The word "repaint" may appear in some lines of the data; copy every such line.

+++ Supplied records +++

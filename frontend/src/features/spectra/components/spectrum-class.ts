/** Class names as readers say them; the API's keys stay in URLs and exports. */
export const CLASS_LABELS = {
  galaxy: 'galaxy',
  quasar: 'quasar / AGN',
  star: 'star',
  'lyman-break': 'Lyman-break source',
  unknown: 'unknown',
} as const;

export type SpectrumClass = keyof typeof CLASS_LABELS;

export const CLASS_TONES = { galaxy: 'ember', quasar: 'blue', star: 'ink', 'lyman-break': 'success', unknown: 'ink' } as const;

export const isSpectrumClass = (c: string | null): c is SpectrumClass => c !== null && c in CLASS_LABELS;
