/**
 * Pointer handling on the plotting area: with the comb tool a drag moves the comb (the marker
 * under the pointer follows it); Shift + drag pans with either tool; the wheel zooms around the
 * pointer. Cancelling pointerdown keeps uPlot's own drag-select out of comb drags and pans.
 * Pans and wheel zooms are applied once per frame, however many events arrive.
 */
function attachPointer(u: uPlot, live: Live, show: (view: Window) => void, repaint: () => void): () => void {
  const over = u.over;
  let mode: 'none' | 'comb' | 'pan' = 'none';
  let startX = 0;
  let startLambda = 0;
  let startZ = 0;
  let store: TrialZStore = live.current.combs[0]!.store;
  let startView: Window = [0, 1];
  let moved = false;
  let left = 0;
  let panFrame = 0;
  let panTo: Window = [0, 1];

  const localX = (e: PointerEvent | WheelEvent) => e.clientX - left;

  const down = (e: PointerEvent) => {
    if (e.button !== 0) return;
    const comb = live.current.tool === 'comb';
    if (!comb && !e.shiftKey) return;
    e.preventDefault();
    (over.closest('[role="group"]') as HTMLElement | null)?.focus({ preventScroll: true });
    over.setPointerCapture(e.pointerId);
    // Read the layout once per drag, not on every move (each read can force a layout).
    left = over.getBoundingClientRect().left;
    mode = e.shiftKey ? 'pan' : 'comb';
    startX = localX(e);
    startLambda = u.posToVal(startX, 'x');
    store = live.current.combs[0]!.store;
    startZ = store.get();
    startView = live.current.view;
    moved = false;
  };

  const move = (e: PointerEvent) => {
    if (mode === 'none') return;
    const x = localX(e);
    if (Math.abs(x - startX) > CLICK_SLOP_PX) moved = true;
    if (!moved) return;
    if (mode === 'comb') {
      store.set(dragZ(startZ, startLambda, u.posToVal(x, 'x')));
      return;
    }
    const perPx = (startView[1] - startView[0]) / over.clientWidth;
    const d = (startX - x) * perPx;
    panTo = [startView[0] + d, startView[1] + d];
    if (!panFrame) panFrame = requestAnimationFrame(() => ((panFrame = 0), show(panTo)));
  };

  const up = (e: PointerEvent) => {
    if (mode === 'comb' && !moved) {
      // A click without a drag on a detected peak offers the lines it could be.
      const x = localX(e);
      const peaks = live.current.peaks;
      let best = -1;
      let bestD = PEAK_HIT_PX;
      for (let i = 0; i < peaks.length; i++) {
        const d = Math.abs(u.valToPos(peaks[i]!.wavelength, 'x') - x);
        if (d < bestD) (best = i), (bestD = d);
      }
      if (best >= 0) live.current.onPeak(best);
    }
    mode = 'none';
    repaint();
  };

  let wheelFrame = 0;
  let wheelFactor = 1;
  let wheelAt = 0;
  const wheel = (e: WheelEvent) => {
    e.preventDefault();
    wheelFactor *= Math.exp(e.deltaY * 0.0015);
    left = over.getBoundingClientRect().left;
    wheelAt = localX(e);
    if (wheelFrame) return;
    wheelFrame = requestAnimationFrame(() => {
      wheelFrame = 0;
      const [min, max] = live.current.view;
      const at = u.posToVal(wheelAt, 'x');
      const w = live.current.display.source.wavelength;
      const full = w[w.length - 1]! - w[0]!;
      const span = Math.min(full * 1.05, Math.max(full * 1e-4, (max - min) * wheelFactor));
      const frac = (at - min) / (max - min);
      wheelFactor = 1;
      show([at - frac * span, at + (1 - frac) * span]);
    });
  };

  over.addEventListener('pointerdown', down);
  over.addEventListener('pointermove', move);
  over.addEventListener('pointerup', up);
  over.addEventListener('pointercancel', up);
  over.addEventListener('wheel', wheel, { passive: false });
  return () => {
    cancelAnimationFrame(wheelFrame);
    cancelAnimationFrame(panFrame);
    over.removeEventListener('pointerdown', down);
    over.removeEventListener('pointermove', move);
    over.removeEventListener('pointerup', up);
    over.removeEventListener('pointercancel', up);
    over.removeEventListener('wheel', wheel);
  };
}
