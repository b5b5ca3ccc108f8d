export const targetKeys = {
  all: () => ['targets'] as const,
  lists: (campaignId: number) => [...targetKeys.all(), campaignId] as const,
  list: (campaignId: number, q: string) => [...targetKeys.lists(campaignId), { q }] as const,
};
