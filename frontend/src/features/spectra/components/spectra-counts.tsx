import { Stats } from '@/components/ui/stats';
import { formatCount } from '@/lib/format';
import { useSpectraCount } from '../api/get-spectra';

/** The campaign's data at a glance; counts come from the list's own totals. */
export function SpectraCounts({ campaignId }: { campaignId: number }) {
  const all = useSpectraCount(campaignId);
  const unlinked = useSpectraCount(campaignId, 'no');
  const show = (n: number | undefined, failed: boolean) => (failed ? '?' : n === undefined ? '…' : formatCount(n));
  return (
    <Stats
      label="Campaign data"
      stats={[
        { term: 'Spectra', value: show(all.data, all.isError) },
        { term: 'Not linked', value: show(unlinked.data, unlinked.isError), attention: (unlinked.data ?? 0) > 0 },
      ]}
    />
  );
}
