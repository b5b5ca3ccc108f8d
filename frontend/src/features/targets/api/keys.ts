export const targetKeys = {
  all: () => ['targets'] as const,
  lists: (campaignId: number) => [...targetKeys.all(), campaignId] as const,
  list: (campaignId: number, q: string) => [...targetKeys.lists(campaignId), { q }] as const,
  photometry: (campaignId: number, targetId: number) => [...targetKeys.lists(campaignId), 'photometry', targetId] as const,
  filters: (campaignId: number) => [...targetKeys.all(), 'filters', campaignId] as const,
};
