/**
 * Within half a continuum-filter width of the data's ends the running mean sees only one side, while
 * a template is filtered with both: residuals there are partly filter artefacts (a rising red end
 * becomes a bump that an A-star Balmer jump at z ≈ 1 or a line just past the edge will "explain").
 * Their weights are tapered from EDGE_WEIGHT at the ends to 1 half a width inside, rather than
 * dropped: a Lyman break at the red end of a spectrum must still count. 0.3 was chosen on the
 * real-spectra set (0–0.3 give the same tables; it brought the KC96 bulge to z = 0).
 */
export function edgeTaper(prepared: PreparedSpectrum): (i: number) => number {
  const n = prepared.n;
  let first = 0;
  while (first < n && !(prepared.ivar[first]! > 0)) first++;
  let last = n - 1;
  while (last > first && !(prepared.ivar[last]! > 0)) last--;
  const half = prepared.continuumWidthPx / 2;
  return (i) => Math.min(1, EDGE_WEIGHT + ((1 - EDGE_WEIGHT) * Math.max(0, Math.min(i - first, last - i))) / half);
}

function dataBuffers(data: ScanData, corr: ShiftCorrelator): { wf: Float64Array; w: Float64Array } {
  const key = `${corr.method}|${corr.size}`;
  let b = data.buffers.get(key);
  if (!b) {
    const pad = (v: Float64Array) => {
      const out = new Float64Array(corr.size);
      out.set(v, data.offset);
      return corr.prepare(out);
    };
    b = { wf: pad(data.wf), w: pad(data.w) };
    data.buffers.set(key, b);
  }
  return b;
}

/** A template buffer ready for correlation, with its Euclidean norm (for the round-off bound). */
interface PreparedVector {
  spectrum: Float64Array;
  norm: number;
}

/**
 * Template buffers by (set, template, vector, window origin, top shift, size): bounded by bytes, the
 * least recently used are dropped first.
 */
const vectorCache = new Map<string, PreparedVector>();
let vectorCacheBytes = 0;
const VECTOR_CACHE_BYTES = 192 * 1024 * 1024;

function templateVector(set: TemplateSet, template: BuiltTemplate, vector: string, values: () => Float64Array, origin: number, top: number, corr: ShiftCorrelator): PreparedVector {
  const key = `${set.key}|${template.id}|${vector}|${origin}|${top}|${corr.method}|${corr.size}`;
  const hit = vectorCache.get(key);
  if (hit) {
    vectorCache.delete(key);
    vectorCache.set(key, hit);
    return hit;
  }
  // Buffer element j holds the rest-frame template at global index origin − top + j, so the
  // correlation lag ℓ = top − s gives the model at shift s under data buffer element i.
  const full = values();
  const buffer = new Float64Array(corr.size);
  const start = origin - top - set.h0;
  const a = Math.max(0, -start);
  const b = Math.min(corr.size, full.length - start);
  if (b > a) buffer.set(full.subarray(start + a, start + b), a);
  const prepared: PreparedVector = { spectrum: corr.prepare(buffer), norm: norm(buffer) };
  if (corr.method === 'fft') {
    vectorCache.set(key, prepared);
    vectorCacheBytes += prepared.spectrum.byteLength;
    for (const [k, v] of vectorCache) {
      if (vectorCacheBytes <= VECTOR_CACHE_BYTES) break;
      vectorCache.delete(k);
      vectorCacheBytes -= v.spectrum.byteLength;
    }
  }
  return prepared;
}

/** One correlation to compute: data vector against a prepared template vector. */
interface Job {
  data: 'wf' | 'w';
  vector: PreparedVector;
  window: LagWindow;
  corr: ShiftCorrelator;
  /** Highest shift of the window: out[hi − s] is the correlation at shift s. */
  hi: number;
  out?: Float64Array;
}
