import { useEffect, useRef, useState } from 'react';
import { SelectField, TextField } from '@/components/ui/field';
import type { SpectraQueryState } from '../hooks/use-spectra-query';
import { CLASS_LABELS } from './spectrum-class';
import type { SpectrumClass } from './spectrum-class';

interface Props {
  query: SpectraQueryState;
  onChange: (patch: Partial<SpectraQueryState>, options?: { replace?: boolean }) => void;
}

export function SpectraFilters({ query, onChange }: Props) {
  const [search, setSearch] = useState(query.q ?? '');
  const timer = useRef<ReturnType<typeof setTimeout>>(undefined);
  useEffect(() => () => clearTimeout(timer.current), []);

  // Typing writes the URL once per pause; replace keeps each keystroke out of the history.
  const onType = (value: string) => {
    setSearch(value);
    clearTimeout(timer.current);
    timer.current = setTimeout(() => onChange({ q: value.trim() || undefined }, { replace: true }), 300);
  };

  // Back/forward or a shared link changes the URL under the box: show what is searched.
  const [shownQ, setShownQ] = useState(query.q);
  if (shownQ !== query.q) {
    setShownQ(query.q);
    if ((query.q ?? '') !== search.trim()) setSearch(query.q ?? '');
  }

  return (
    <div role="search" className="grid grid-cols-1 gap-3 sm:grid-cols-[minmax(0,1fr)_12rem_10rem]">
      <TextField label="Search spectra" type="search" hint="File name, target id or OBJECT name." value={search} onChange={(e) => onType(e.target.value)} />
      <SelectField label="Class" value={query.class ?? ''} onChange={(e) => onChange({ class: (e.target.value || undefined) as SpectrumClass | undefined })}>
        <option value="">any class</option>
        {(Object.keys(CLASS_LABELS) as SpectrumClass[]).map((c) => (
          <option key={c} value={c}>
            {CLASS_LABELS[c]}
          </option>
        ))}
      </SelectField>
      <SelectField label="Linked" value={query.linked ?? ''} onChange={(e) => onChange({ linked: (e.target.value || undefined) as 'yes' | 'no' | undefined })}>
        <option value="">all spectra</option>
        <option value="yes">linked to a target</option>
        <option value="no">not linked</option>
      </SelectField>
    </div>
  );
}
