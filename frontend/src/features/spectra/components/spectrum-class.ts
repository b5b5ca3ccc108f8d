import type { SpectrumClass } from '@contracts/readings';
import { CLASS_NAMES } from '@/lib/spectrum-class';

export { isSpectrumClass } from '@/lib/spectrum-class';
export type { SpectrumClass };

export const CLASS_LABELS = CLASS_NAMES;

export const CLASS_TONES: Record<SpectrumClass, 'ember' | 'blue' | 'ink' | 'success'> = { galaxy: 'ember', quasar: 'blue', star: 'ink', 'lyman-break': 'success', unknown: 'ink' };

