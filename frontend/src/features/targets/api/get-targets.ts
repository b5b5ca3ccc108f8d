import { targetListSchema } from '@contracts/targets';
import type { Target } from '@contracts/targets';
import { keepPreviousData, queryOptions, useQuery } from '@tanstack/react-query';
import { api } from '@/lib/api-client';
import { targetKeys } from './keys';

export async function getTargets(campaignId: number, q: string, signal?: AbortSignal): Promise<Target[]> {
  const search = q ? `?${new URLSearchParams({ q }).toString()}` : '';
  const { targets } = await api.get(`/api/campaigns/${campaignId}/targets${search}`, targetListSchema, signal);
  return targets;
}

export const getTargetsQueryOptions = (campaignId: number, q = '') =>
  queryOptions({
    queryKey: targetKeys.list(campaignId, q),
    queryFn: ({ signal }) => getTargets(campaignId, q, signal),
    // Keeps the table in place while a new search is on its way instead of flashing empty.
    placeholderData: keepPreviousData,
  });

export const useTargets = (campaignId: number, q = '') => useQuery(getTargetsQueryOptions(campaignId, q));
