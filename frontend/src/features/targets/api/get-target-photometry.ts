import { targetPhotometrySchema } from '@contracts/targets';
import type { TargetPhotometry } from '@contracts/targets';
import { queryOptions, useQuery } from '@tanstack/react-query';
import { api } from '@/lib/api-client';
import { targetKeys } from './keys';

export const getTargetPhotometry = (campaignId: number, targetId: number, signal?: AbortSignal): Promise<TargetPhotometry> =>
  api.get(`/api/campaigns/${campaignId}/targets/${targetId}/photometry`, targetPhotometrySchema, signal);

export const getTargetPhotometryQueryOptions = (campaignId: number, targetId: number) =>
  queryOptions({
    queryKey: targetKeys.photometry(campaignId, targetId),
    queryFn: ({ signal }) => getTargetPhotometry(campaignId, targetId, signal),
  });

export const useTargetPhotometry = (campaignId: number, targetId: number) => useQuery(getTargetPhotometryQueryOptions(campaignId, targetId));
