//! Assembles a readout: the arm-level statistics table in, per metric and arm the effects,
//! the sample-ratio check, exclusions, and plain-words assumptions and cautions out.
//!
//! [`Readout`] is a boundary type: `--format json` serialises it, and its field names are a
//! contract with users' scripts (see README.md). Keys may be added, never renamed.

use super::analysis::{self, ArmMoments, Options, RatioCovariate};
use super::{Estimate, Moments, RatioMoments, SampleRatio};
use crate::ir::Role;
use serde::Serialize;
use std::collections::BTreeMap;

/// One row of the arm-level statistics table returned by the readout query.
#[derive(Debug, Clone, Default, PartialEq)]
pub struct ArmRow {
    pub arm: String,
    /// `None` for the overall row; `(segment name, value)` for a segment slice.
    pub segment: Option<(String, Option<String>)>,
    pub units: u64,
    /// Per-unit column -> moments.
    pub columns: BTreeMap<String, Moments>,
    /// Covariance column name (see `plan::covariance_name`) -> sample covariance.
    pub covariances: BTreeMap<String, f64>,
    /// Per-unit column -> third central moment (population form), for the columns of
    /// `plan::third_moment_columns` on overall rows.
    pub third_moments: BTreeMap<String, f64>,
}

/// The whole statistics table: one row per arm, plus the exclusion counts.
#[derive(Debug, Clone, Default, PartialEq)]
pub struct StatsTable {
    pub rows: Vec<ArmRow>,
    pub excluded_multiple_arms: u64,
    pub excluded_missing_arm: u64,
    pub excluded_rows_without_unit: u64,
    /// Whether the table carries third moments (statistics layout 2 and later): without them
    /// the heavy-tails check cannot run.
    pub third_moments: bool,
}

/// What the readout needs to know about the experiment besides the numbers.
#[derive(Debug, Clone)]
pub struct ReadoutSpec {
    pub experiment: String,
    pub control: String,
    /// Arms with planned shares (control first).
    pub arms: Vec<(String, f64)>,
    pub metrics: Vec<MetricSpec>,
    pub alpha: f64,
    pub start: String,
    pub end: String,
    /// Segments sliced although the experiment did not declare them (e.g. `--by`).
    pub exploratory_segments: Vec<String>,
    /// Apply CUPED where covariate moments are present.
    pub cuped: bool,
    /// Always-valid (mSPRT) p-values and intervals instead of fixed-sample ones.
    pub sequential: bool,
    /// Prior share of experiments that truly work (for the false-positive risk).
    pub prior_success: f64,
    /// Days from start to the data cut-off.
    pub days: f64,
}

+++

Result of this exercise ::
function attachPointer(u: uPlot, live: Live, show: (view: Window) => void, repaint: () => void): () => void {
    repaint();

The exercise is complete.